4. L’ACTIVITÉ DE L’ENSEIGNANT : LES PRATIQUES DE LECTURE

4.3. LES APPORTS DE LA LECTURE À HAUTE VOIX POUR LES ÉLÈVES

La lecture à haute voix présente de nombreux intérêts pour le développement des habiletés des élèves (Smith, 1989; Galda, Ash et Cullinan, 2000). Diverses recherches ont été menées sur les apports de la lecture à haute voix de livres en classe, elles portent, principalement, sur la lecture de livres d’histoire36. Dans cette partie, nous étudions les recherches sur les effets des lectures à haute voix sur les habiletés de compréhension des élèves du préscolaire et du primaire et sur le développement d’habiletés en lien avec la compréhension.

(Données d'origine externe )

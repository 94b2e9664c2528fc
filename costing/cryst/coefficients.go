package cryst

import (
	"fmt"

	"sepcost/costing/source"
	"sepcost/costing/units"
)

// Method is the method name used in reports and coefficient tables.
const Method = "crystallization"

// Coefficient keys (also the keys users write under settings:).
const (
	KeyExcess          = "crystallization.excess_solvent"
	KeyWashCakeVolumes = "crystallization.wash_cake_volumes"
	KeyWashSaturation  = "crystallization.wash_saturation"
	KeyCrystalDensity  = "crystallization.crystal_density"
	KeyCakePorosity    = "crystallization.cake_porosity"
	KeyCakeSaturation  = "crystallization.cake_liquid_saturation"
	KeyInclusion       = "crystallization.inclusion_factor"
	KeyMaxPasses       = "crystallization.max_passes"
	KeyExtrapolation   = "crystallization.extrapolation_margin"
	KeyDilution        = "crystallization.dilution_warning"
	KeySolidCp         = "crystallization.solid_heat_capacity"
	KeyRoomT           = "crystallization.room_temperature"
	KeyHeatApproach    = "crystallization.heating_approach"
	KeyCoolApproach    = "crystallization.cooling_approach"
	KeyMaxCoolingRate  = "crystallization.max_cooling_rate"
	KeyUFlask          = "crystallization.u_flask"
	KeyUReactor        = "crystallization.u_reactor"
	KeyAreaFlask       = "crystallization.area_factor_flask"
	KeyAreaReactor     = "crystallization.area_factor_reactor"
	KeyFlaskFill       = "crystallization.flask_fill_limit"
	KeyReactorFill     = "crystallization.reactor_fill_limit"
	KeySetupTime       = "crystallization.charge_time"
	KeyHotHold         = "crystallization.hot_hold_time"
	KeyAging           = "crystallization.aging_time"
	KeyHeatAttended    = "crystallization.heating_attended_share"
	KeyCoolAttended    = "crystallization.cooling_attended_share"
	KeyFilterSetup     = "crystallization.filtration_setup_time"
	KeyCakeDepth       = "crystallization.cake_depth"
	KeyMinFilterArea   = "crystallization.min_filter_area"
	KeyFilterAttended  = "crystallization.filtration_attended_share"
	KeyCheckTime       = "crystallization.purity_check_time"
	KeyCleanTime       = "crystallization.cleaning_time"
	KeyDryAttended     = "crystallization.drying_attended_share"
	KeyDryWarmup       = "crystallization.drying_warmup"
	KeyHeaterEff       = "crystallization.heater_efficiency"
	KeyChillerCOP      = "crystallization.chiller_cop"
	KeyEvapAttended    = "crystallization.evaporation_attended_share"
	KeyCropTime        = "crystallization.second_crop_time"
	KeyCropAttended    = "crystallization.second_crop_attended_share"
	KeyScreeningTime   = "crystallization.screening_time"
	KeyScreeningMass   = "crystallization.screening_material"
)

// SpecificHeatCapacity is the dimension of a heat capacity per mass, J/(kg·K).
var SpecificHeatCapacity = units.Dim{L: 2, T: -2, K: -1}

// HeatTransferCoefficient is the dimension of U, W/(m²·K).
var HeatTransferCoefficient = units.Dim{M: 1, T: -3, K: -1}

// CoolingRate is the dimension of a temperature ramp, K/s.
var CoolingRate = units.Dim{K: 1, T: -1}

// DefaultFlasksM3 are the flask volumes a site is assumed to have unless
// the scenario lists its own: round-bottom flasks from 25 mL to 5 L
// (common practice, no source).
var DefaultFlasksM3 = []float64{25e-6, 50e-6, 100e-6, 250e-6, 500e-6, 1e-3, 2e-3, 5e-3}

// DefaultReactorsM3 are the jacketed reactor volumes assumed unless the
// scenario lists its own: kilo-lab glass reactors of 10–100 L and pilot
// vessels of 250–1000 L (common practice, no source).
var DefaultReactorsM3 = []float64{10e-3, 20e-3, 50e-3, 100e-3, 250e-3, 630e-3, 1}

// KeyFlask is the coefficient key of the i-th default flask (from 1).
func KeyFlask(i int) string { return fmt.Sprintf("crystallization.flask_%02d", i) }

// KeyReactor is the coefficient key of the i-th default reactor (from 1).
func KeyReactor(i int) string { return fmt.Sprintf("crystallization.reactor_%02d", i) }

// Defaults returns the model's coefficients with their sources.
func Defaults() []source.Coefficient {
	c := func(key, label string, si float64, dim units.Dim, unit, src string, mark source.Mark) source.Coefficient {
		lo, hi := rangeOf(key)
		return source.Coefficient{Key: key, Method: Method, Label: label, SI: si, Dim: dim, Unit: unit, Source: src, Mark: mark, Lo: lo, Hi: hi}
	}
	minute, h := 60.0, 3600.0
	out := []source.Coefficient{
		c(KeyExcess, "solvent above the saturation volume at the dissolution temperature", 0.10, units.None, "", "5–20 % over the saturation volume, so that the solution does not crystallise in a hot filtration", source.CommonPractice),
		c(KeyWashCakeVolumes, "cold wash, in cake volumes", 2, units.None, "", "one to three cake volumes of cold solvent", source.CommonPractice),
		c(KeyWashSaturation, "share of the product's cold solubility the wash liquid reaches", 1, units.None, "", "the wash taken to leave saturated at the isolation temperature: an upper bound on the wash loss", source.CommonPractice),
		c(KeyCrystalDensity, "density of the organic crystals", 1300, units.Density, "g/mL", "organic crystals about 1.1–1.5 g/mL (benzoic acid 1.27 g/mL, CRC Handbook)", source.FromMemory),
		c(KeyCakePorosity, "porosity of the filter cake", 0.4, units.None, "", "filter cakes of crystalline solids about 0.3–0.5", source.FromMemory),
		c(KeyCakeSaturation, "share of the cake's pores still holding liquid after suction", 0.5, units.None, "", "wet cakes after suction typically hold 10–30 % solvent by mass", source.CommonPractice),
		c(KeyInclusion, "mother liquor occluded in the crystals, per mass of crystals, at the reference cooling rate", 0.005, units.None, "", "well-grown crystals occlude roughly 0.1–1 % of their mass as mother liquor", source.CommonPractice),
		c(KeyMaxPasses, "most recrystallizations run on one batch", 4, units.None, "", "more than three or four passes are rarely worth running; another method or a better solvent pays", source.CommonPractice),
		c(KeyExtrapolation, "distance outside the measured solubility range that draws a warning", 10, units.Temperature, "K", "ln S curves in 1/T (large heat capacity of solution), so a van 't Hoff line is a guess beyond a few kelvin", source.CommonPractice),
		c(KeyDilution, "solvent per product above which the crystallization is called dilute", 50e-3, units.SpecificVolume, "mL/g", "beyond about 50 volumes (mL per g) a crystallization is impractically dilute", source.CommonPractice),
		c(KeySolidCp, "heat capacity of the organic solid", 1293, SpecificHeatCapacity, "J/(g K)", "naphthalene, 39.601 cal/(mol·K) at 298.15 K (McCullough et al. 1957, in the NIST Chemistry WebBook) ÷ 128.17 g/mol; organic solids lie at about 1.0–1.5 J/(g·K)", source.Derived),
		c(KeyRoomT, "room temperature (start of heating, cooling-water limit)", 293.15, units.Temperature, "°C", "", source.CommonPractice),
		c(KeyHeatApproach, "jacket or bath above the dissolution temperature while heating", 20, units.Temperature, "K", "", source.CommonPractice),
		c(KeyCoolApproach, "jacket or bath below the isolation temperature while cooling", 10, units.Temperature, "K", "", source.CommonPractice),
		c(KeyMaxCoolingRate, "fastest controlled cooling ramp", 30.0/h, CoolingRate, "K/h", "0.1–1 K/min, to grow filterable crystals rather than crash them out", source.CommonPractice),
		c(KeyUFlask, "overall heat-transfer coefficient, stirred flask in a bath", 150, HeatTransferCoefficient, "W/(m^2 K)", "stirred glass flasks in a liquid bath, about 100–300 W/(m²·K)", source.FromMemory),
		c(KeyUReactor, "overall heat-transfer coefficient, jacketed glass reactor", 200, HeatTransferCoefficient, "W/(m^2 K)", "jacketed glass reactors about 100–300 W/(m²·K), limited by the glass wall", source.FromMemory),
		c(KeyAreaFlask, "wetted area over volume^(2/3), flask", AreaFactorSphere, units.None, "", "a sphere: A = (36π)^(1/3)·V^(2/3)", source.Derived),
		c(KeyAreaReactor, "wetted area over volume^(2/3), reactor", AreaFactorCylinder, units.None, "", "a cylinder with height equal to diameter, wall and bottom: A = (5π/4)(4/π)^(2/3)·V^(2/3)", source.Derived),
		c(KeyFlaskFill, "largest share of a flask's volume a batch fills", 0.5, units.None, "", "a heated round-bottom flask no more than half full", source.CommonPractice),
		c(KeyReactorFill, "largest share of a reactor's volume a batch fills", 0.8, units.None, "", "working volume about 80 % of the nominal volume", source.CommonPractice),
		c(KeySetupTime, "time to set up a vessel before charging (the charge itself is by volume and mass)", 15*minute, units.Time, "min", "", source.CommonPractice),
		c(KeyHotHold, "hold at the dissolution temperature", 15*minute, units.Time, "min", "until all solid has dissolved", source.CommonPractice),
		c(KeyAging, "hold (ageing) at the isolation temperature", 60*minute, units.Time, "min", "one to two hours to let the crystals grow out", source.CommonPractice),
		c(KeyHeatAttended, "share of heating time a person attends", 0.25, units.None, "", "", source.CommonPractice),
		c(KeyCoolAttended, "share of cooling and ageing time a person attends", 0.1, units.None, "", "", source.CommonPractice),
		c(KeyFilterSetup, "time to set up a filter and transfer the slurry", 10*minute, units.Time, "min", "", source.CommonPractice),
		c(KeyCakeDepth, "filter cake depth a funnel is chosen for (flask scale)", 0.03, units.Length, "cm", "a few centimetres on a Büchner funnel", source.CommonPractice),
		c(KeyMinFilterArea, "smallest filter used", 20e-4, units.Area, "cm^2", "a 5 cm Büchner or Hirsch funnel", source.CommonPractice),
		c(KeyFilterAttended, "share of filtration and washing time a person attends", 0.75, units.None, "", "", source.CommonPractice),
		c(KeyCheckTime, "purity check after each pass (HPLC or melting point)", 30*minute, units.Time, "min", "", source.CommonPractice),
		c(KeyCleanTime, "time to empty and clean a vessel, beside the part that grows with its wall area", 20*minute, units.Time, "min", "", source.CommonPractice),
		c(KeyDryAttended, "share of drying time a person attends", 0.05, units.None, "", "", source.CommonPractice),
		c(KeyDryWarmup, "warm-up of the evaporated solvent from room temperature in the dryer", 20, units.Temperature, "K", "a 40 °C oven from 20 °C", source.CommonPractice),
		c(KeyHeaterEff, "share of heater electricity that reaches the batch", 0.7, units.None, "", "jacket, bath and mantle losses", source.CommonPractice),
		c(KeyChillerCOP, "coefficient of performance of the chiller", 2.5, units.None, "", "small recirculating chillers, about 2–3", source.CommonPractice),
		c(KeyEvapAttended, "share of evaporation time a person attends", 0.25, units.None, "", "", source.CommonPractice),
		c(KeyCropTime, "time to cool, age and filter a second crop", 1.5*h, units.Time, "h", "", source.CommonPractice),
		c(KeyCropAttended, "share of second-crop time a person attends", 0.5, units.None, "", "", source.CommonPractice),
		c(KeyScreeningTime, "one-time development of the crystallization", 40*h, units.Time, "h", "developing a crystallization to run at kilogram scale (solvent screen, solubility curve, seeding, filtration and drying trials, polymorph check) commonly takes one to several weeks of a chemist's time; one working week is taken, the short end (a bench-only trial is about a day: set 8 h)", source.CommonPractice),
		c(KeyScreeningMass, "one-time crude used in development", 20e-3, units.Mass, "g", "a dozen screening tubes of 50–100 mg, a solubility curve and a few trial crystallizations of 2–5 g", source.CommonPractice),
	}
	out = append(out, scaleDefaults()...)
	for i, v := range DefaultFlasksM3 {
		out = append(out, c(KeyFlask(i+1), fmt.Sprintf("flask size %d of %d", i+1, len(DefaultFlasksM3)), v, units.Volume, "mL", "round-bottom flasks from 25 mL to 5 L", source.CommonPractice))
	}
	for i, v := range DefaultReactorsM3 {
		out = append(out, c(KeyReactor(i+1), fmt.Sprintf("jacketed reactor size %d of %d", i+1, len(DefaultReactorsM3)), v, units.Volume, "L", "kilo-lab glass reactors of 10–100 L, pilot vessels of 250–1000 L", source.CommonPractice))
	}
	return out
}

4.3.1. Le développement des habiletés de compréhension des élèves Dans une étude réalisée avec des élèves du préscolaire, Dickinson et Smith (1994) ont noté que la lecture à haute voix de l’enseignant avait un effet à long terme sur le développement des habiletés de compréhension des élèves. Ces chercheurs ont observé 25 enseignants qui lisaient à leurs élèves. À partir de ces observations, ils ont relevé les trois styles de lecture à haute voix décrits précédemment. Un an après leurs observations, ils ont fait passer aux élèves (n=25) des épreuves de compréhension d’un texte oralisé par l’adulte. Leurs résultats indiquent qu’un des styles de lecture à haute voix (orienté sur l’acte de raconter) générerait une amélioration de l’habileté des élèves à comprendre un texte. Notons au passage que l’épreuve utilisée pour mesurer les habiletés de compréhension des élèves incluait une section sur les inférences. Cependant, dans l’analyse des résultats, il n’y a pas de retour sur cette habileté, qui nous intéresse particulièrement.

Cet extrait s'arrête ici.